Berlinale-Rückblick (2)

von Yulia Krylova (Casa-Programmgruppe)

Filme können dabei helfen, um den gegenwärtigen globalen Geschehnissen und Sorgen für wenigstens 90 Minuten zu entkommen. Während diese Strategie in den Lockdowns mithilfe von älteren Filmen möglich war, wurden schrittweise auch die neusten Berlinale Filme logistisch und thematisch von der Corona-Krise eingeholt. Dies hat sich vor allem nicht nur durch die verringerte Zahl an Schauspieler*innen und Statist*innen und der bevorzugten Wahl von leeren Drehorten gezeigt, sondern auch auf die jeweiligen Inhalte, die zwangsweise Parallelen zur Pandemie herstellten, ausgewirkt.

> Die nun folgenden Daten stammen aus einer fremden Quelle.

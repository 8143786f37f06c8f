/**
 * Evaluation against a holdout file the user brings (issue 6): every trained model, the hybrid and the random
 * baseline are scored against exactly the held-out pairs of the file.
 *
 * - Each listed customer's ranking covers the whole catalogue minus the items that customer already has in
 *   the workspace (any signal of any kind): a shelf never proposes what the customer has.
 * - A held-out pair the customer already has in the workspace can never be recommended; it is counted
 *   (`alreadyInWorkspace`) and left out of that customer's truth, as are duplicate rows of one pair.
 * - Customers or items the workspace does not know are counted and listed (first few), never dropped silently.
 * - Metrics per customer, averaged over customers with at least one held-out item to find (core/metrics):
 *   Recall@K with denominator min(K, |held-out|) (Liang et al. 2018), NDCG@K with binary relevance and log2
 *   discount (Järvelin & Kekäläinen 2002), HitRate@K, Precision@K and MAP@K (Manning et al. 2008), plus
 *   Coverage@K over the catalogue and Novelty (mean self-information, Zhou et al. 2010) with an item's
 *   popularity = the number of workspace customers who have it.
 */
import { plural } from '../../core/util/plural.ts';
import { InputError } from '../../core/errors.ts';
import { RankingEvaluator, type EvalResult, type EvalTruth } from '../../core/eval/index.ts';
import { randomScorer } from '../../core/models/popularity.ts';
import type { Dataset } from '../../core/types.ts';
import { loadDataset } from '../../store/dataset.ts';
import { modelStatus } from '../../store/models.ts';
import type { Db } from '../../store/workspace.ts';
import { readHoldout, type HoldoutReadOptions, type HoldoutRows, type HoldoutSource } from './read.ts';
import { loadTrainedModels, ownedMatrix } from './trained.ts';

export interface HoldoutOptions extends HoldoutReadOptions {
  /** List length K. Default 20. */
  k?: number;
  /** Seed of the random baseline. Default 1. */
  seed?: number;
  /** Also answer each customer's NDCG@K per model (`perCustomer`), for paired comparisons. Default false. */
  perCustomer?: boolean;
}

export interface HoldoutModelRow {
  model: string;
  k: number;
  /** Recall@K with denominator min(K, |held-out|), Liang et al. (2018). */
  recall: number;
  ndcg: number;
  hitRate: number;
  precision: number;
  map: number;
  /** Share of the catalogue in at least one top-K list. */
  coverage: number;
  novelty: number;
  customers: number;
  /** The stored model is older than the workspace data (null for the hybrid and the baseline). */
  stale: boolean | null;
  elapsedMs: number;
}

export interface UnknownIds {
  /** Distinct ids the workspace does not know. */
  distinct: number;
  /** Rows naming one of them. */
  rows: number;
  /** The first few, for the message. */
  examples: string[];
}

export interface HoldoutEvaluation {
  file: string;
  k: number;
  rows: number;
  /** Rows whose customer and item are both known (before de-duplication). */
  usableRows: number;
  /** Distinct held-out (customer, item) pairs used as truth. */
  pairs: number;
  /** Customers evaluated (known, with at least one held-out item they do not already have). */
  customers: number;
  unknownCustomers: UnknownIds;
  unknownItems: UnknownIds;
  /** Known pairs the customer already has in the workspace: unrecommendable, left out of the truth. */
  alreadyInWorkspace: number;
  duplicateRows: number;
  /** Known customers left with nothing to find (every held-out item already theirs). */
  customersWithoutNewItems: number;
  /** Evaluated customers with no signal in the workspace (only popularity-like models can serve them). */
  coldCustomers: number;
  /** Best NDCG first. */
  models: HoldoutModelRow[];
  weightsFrom: string;
  mapping: Record<string, string>;
  notes: string[];
  /**
   * With `perCustomer`: the evaluated customers' ids and, per model, each one's NDCG@K in that order. A gap
   * between two models' means is then judged by the standard error of the paired differences, which is far
   * smaller than either mean's own (the customers are the same).
   */
  perCustomer?: { customers: string[]; ndcg: Record<string, number[]> };
}

const EXAMPLES = 5;

export async function evaluateHoldout(db: Db, source: HoldoutSource, o: HoldoutOptions = {}): Promise<HoldoutEvaluation> {
  const k = o.k ?? 20;
  if (!Number.isInteger(k) || k < 1) throw new InputError(`k must be a whole number >= 1, got ${k}`, { column: 'k' });
  const rows = await readHoldout(source, o);
  return evaluateHoldoutRows(db, loadDataset(db), rows, k, o.seed ?? 1, o.perCustomer ?? false);
}

/** The evaluation proper, on rows already read (tests call it with hand-made rows). */
export function evaluateHoldoutRows(db: Db, ds: Dataset, rows: HoldoutRows, k: number, seed = 1, perCustomer = false): HoldoutEvaluation {
  if (ds.items.length === 0) throw new InputError('the workspace has no items: import a catalogue first');
  const models = loadTrainedModels(db, ds);
  if (models.scorers.size === 0) throw new InputError('no trained models: run train first');
  const owned = ownedMatrix(ds);
  const truthAndCounts = holdoutTruth(ds, rows, owned);
  const { truth } = truthAndCounts;
  if (truth.customers.length === 0) {
    throw new InputError(
      `no held-out pair can be evaluated: ${plural(truthAndCounts.unknownCustomers.distinct, 'unknown customer')}, ` +
        `${plural(truthAndCounts.unknownItems.distinct, 'unknown item')}, ${plural(truthAndCounts.alreadyInWorkspace, 'pair')} already in the workspace`,
      { file: rows.file },
    );
  }
  const evaluator = new RankingEvaluator(owned, truth, k);
  const status = new Map(modelStatus(db).map((m) => [m.kind as string, m.stale]));
  const out: HoldoutModelRow[] = [];
  const row = (r: EvalResult, stale: boolean | null): HoldoutModelRow => ({
    model: r.model,
    k: r.k,
    recall: r.cappedRecall,
    ndcg: r.ndcg,
    hitRate: r.hitRate,
    precision: r.precision,
    map: r.map,
    coverage: r.coverage,
    novelty: r.novelty,
    customers: r.customers,
    stale,
    elapsedMs: r.elapsedMs,
  });
  const each = new Map<string, Float64Array>();
  const per = (name: string) => {
    if (!perCustomer) return undefined;
    const a = new Float64Array(truth.customers.length);
    each.set(name, a);
    return a;
  };
  for (const [name, model] of models.scorers) {
    out.push(row(evaluator.evaluateFill(name, (u, _c, s) => model.scoreInto(u, models.matrix, s), per(name)), status.get(name) ?? null));
  }
  if (models.blend) {
    const blend = models.blend;
    out.push(row(evaluator.evaluateFill('hybrid', (u, _c, s) => blend.scoreInto(u, models.matrix, s), per('hybrid')), null));
  }
  const random = randomScorer(seed, ds.items.length);
  out.push(row(evaluator.evaluateFill('random', (u, _c, s) => random.scoreInto(u, models.matrix, s), per('random')), null));
  out.sort((a, b) => b.ndcg - a.ndcg || a.model.localeCompare(b.model));
  const notes = [...models.notes];
  if ([...status.values()].some(Boolean)) notes.push('some models are older than the workspace data: retrain for a fair comparison');
  return {
    file: rows.file,
    k,
    rows: rows.customer.length,
    usableRows: truthAndCounts.usableRows,
    pairs: truth.items.length,
    customers: truth.customers.length,
    unknownCustomers: truthAndCounts.unknownCustomers,
    unknownItems: truthAndCounts.unknownItems,
    alreadyInWorkspace: truthAndCounts.alreadyInWorkspace,
    duplicateRows: truthAndCounts.duplicateRows,
    customersWithoutNewItems: truthAndCounts.customersWithoutNewItems,
    coldCustomers: truthAndCounts.coldCustomers,
    models: out,
    weightsFrom: models.weightsFrom,
    mapping: rows.mapping as Record<string, string>,
    notes,
    ...(perCustomer && {
      perCustomer: {
        customers: Array.from(truth.customers, (u) => ds.customerExternalIds[u]!),
        ndcg: Object.fromEntries([...each].map(([m, a]) => [m, Array.from(a)])),
      },
    }),
  };
}

/** The truth, and the counts the report gives about how the file's rows were used. */
type TruthAndCounts = { truth: EvalTruth } & Pick<
  HoldoutEvaluation,
  'usableRows' | 'unknownCustomers' | 'unknownItems' | 'alreadyInWorkspace' | 'duplicateRows' | 'customersWithoutNewItems' | 'coldCustomers'
>;

export function holdoutTruth(ds: Dataset, rows: HoldoutRows, owned: { indptr: Int32Array; indices: Int32Array }): TruthAndCounts {
  const customerIndex = new Map<string, number>();
  ds.customerExternalIds.forEach((id, u) => customerIndex.set(id, u));
  const itemIndex = new Map<string, number>();
  ds.items.forEach((it, i) => itemIndex.set(it.externalId, i));
  const unknownC = new Map<string, number>();
  const unknownI = new Map<string, number>();
  const byCustomer = new Map<number, number[]>();
  let usableRows = 0;
  for (let r = 0; r < rows.customer.length; r++) {
    const u = customerIndex.get(rows.customer[r]!);
    const i = itemIndex.get(rows.item[r]!);
    if (u === undefined) unknownC.set(rows.customer[r]!, (unknownC.get(rows.customer[r]!) ?? 0) + 1);
    if (i === undefined) unknownI.set(rows.item[r]!, (unknownI.get(rows.item[r]!) ?? 0) + 1);
    if (u === undefined || i === undefined) continue;
    usableRows++;
    let list = byCustomer.get(u);
    if (!list) byCustomer.set(u, (list = []));
    list.push(i);
  }
  let already = 0;
  let duplicates = 0;
  let without = 0;
  let cold = 0;
  const customers: number[] = [];
  const ptr: number[] = [0];
  const items: number[] = [];
  for (const u of [...byCustomer.keys()].sort((a, b) => a - b)) {
    const list = byCustomer.get(u)!.sort((a, b) => a - b);
    const start = owned.indptr[u]!;
    const end = owned.indptr[u + 1]!;
    const before = items.length;
    let h = start;
    let last = -1;
    for (const i of list) {
      if (i === last) {
        duplicates++;
        continue;
      }
      last = i;
      while (h < end && owned.indices[h]! < i) h++;
      if (h < end && owned.indices[h] === i) already++;
      else items.push(i);
    }
    if (items.length === before) {
      without++;
      continue;
    }
    if (end === start) cold++;
    customers.push(u);
    ptr.push(items.length);
  }
  const unknown = (m: Map<string, number>): UnknownIds => ({
    distinct: m.size,
    rows: [...m.values()].reduce((s, c) => s + c, 0),
    examples: [...m.keys()].slice(0, EXAMPLES),
  });
  return {
    truth: { customers: Int32Array.from(customers), ptr: Int32Array.from(ptr), items: Int32Array.from(items) },
    usableRows,
    unknownCustomers: unknown(unknownC),
    unknownItems: unknown(unknownI),
    alreadyInWorkspace: already,
    duplicateRows: duplicates,
    customersWithoutNewItems: without,
    coldCustomers: cold,
  };
}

Mit Petite Maman von Céline Sciamma wird die 8-jährige Protagonistin mit der Einsamkeit durch ihre Situation als Einzelkind konfrontiert. Hervorgerufen durch den Tod ihrer Oma und dem damit verbundenen Rückzug der Mutter, sticht diese Suche nach Gesellschaft noch deutlicher hervor. Durch ihre kindliche Imagination versucht die Protagonistin, dem Alleinsein zu entkommen und die Sehnsucht nach ihrer Mutter zu verarbeiten. Die Kamera begleitet sie dabei nicht nur durch minimalistische Räume, sondern auch mit weiten Aufnahmen durch den Wald. Eine unschuldige und rührende Verarbeitung einer Mutter-Tochter Beziehung. ⭐⭐⭐⭐⭐

Ein weiterer familiärer Bund wird in dem kanadisch-libanesischen Film Memory Box von Joana Hadjithomas und Khalil Joreige auf die Probe gestellt. Ausgelöst durch ein Paket, dessen Inhalt aus Fotografien, Sprachaufzeichnungen und Texten der Mutter aus ihrer Jugend im Libanon während des Bürgerkriegs besteht, kurz bevor diese nach Kanada ausgewandert ist, wird die Frage nach Heimat, Grenzüberschreitungen und der Verarbeitung von Traumata aufgeworfen. Während die Tochter sich sehr schnell in dem nostalgischen Inhalt verliert, das Tempo der Mutter zögerlich bleibt und die Oma den neugefundenen Schatz am liebsten im Keller lassen möchte, wird die Vergangenheit und der damit verbundene Schmerz aufgearbeitet. Eine Reise durch die Zeit und um die Welt, die sehr spezifisch und dennoch auf so vielen Ebenen universell erscheint. ⭐⭐⭐⭐⭐

Wheel of Fortune and Fantasy von Ryusuke Hamaguchi stellt drei separate Kurzgeschichten vor: eine Dreiecksbeziehung, welche die eigene Welt doch kleiner als erwartet erscheinen lässt, ein geplanter und dennoch unberechenbarer Sabotageversuch und ein gegenseitiges Missverständnis, welches in einer abgeänderten Gegenwart spielt, die als invertierte Version der Corona-Pandemie assoziiert werden könnte. Alle geprägt durch ein Zwischenspiel von Zufällen, Initiativen und den jeweiligen Konsequenzen, dahin führend zu einem Konglomerat von Verlusten, Reue und neuen Hoffnungen – angeleitet durch emotionsstarke Konversationen. ⭐⭐⭐⭐⭐

So sehr mich die Verarbeitung und stellenweise abstrakte Inszenierung der aktuellen globalen Lage angenehm überrascht hat, hoffe ich dennoch, dass diese für uns alle ermüdende Situation bald ihr Ende finden wird und somit auch, mit einer Verzögerung einhergehend, Covid-freie Filme wieder produziert und (vorzugsweise endlich wieder in unserem Casablanca) konsumiert werden können.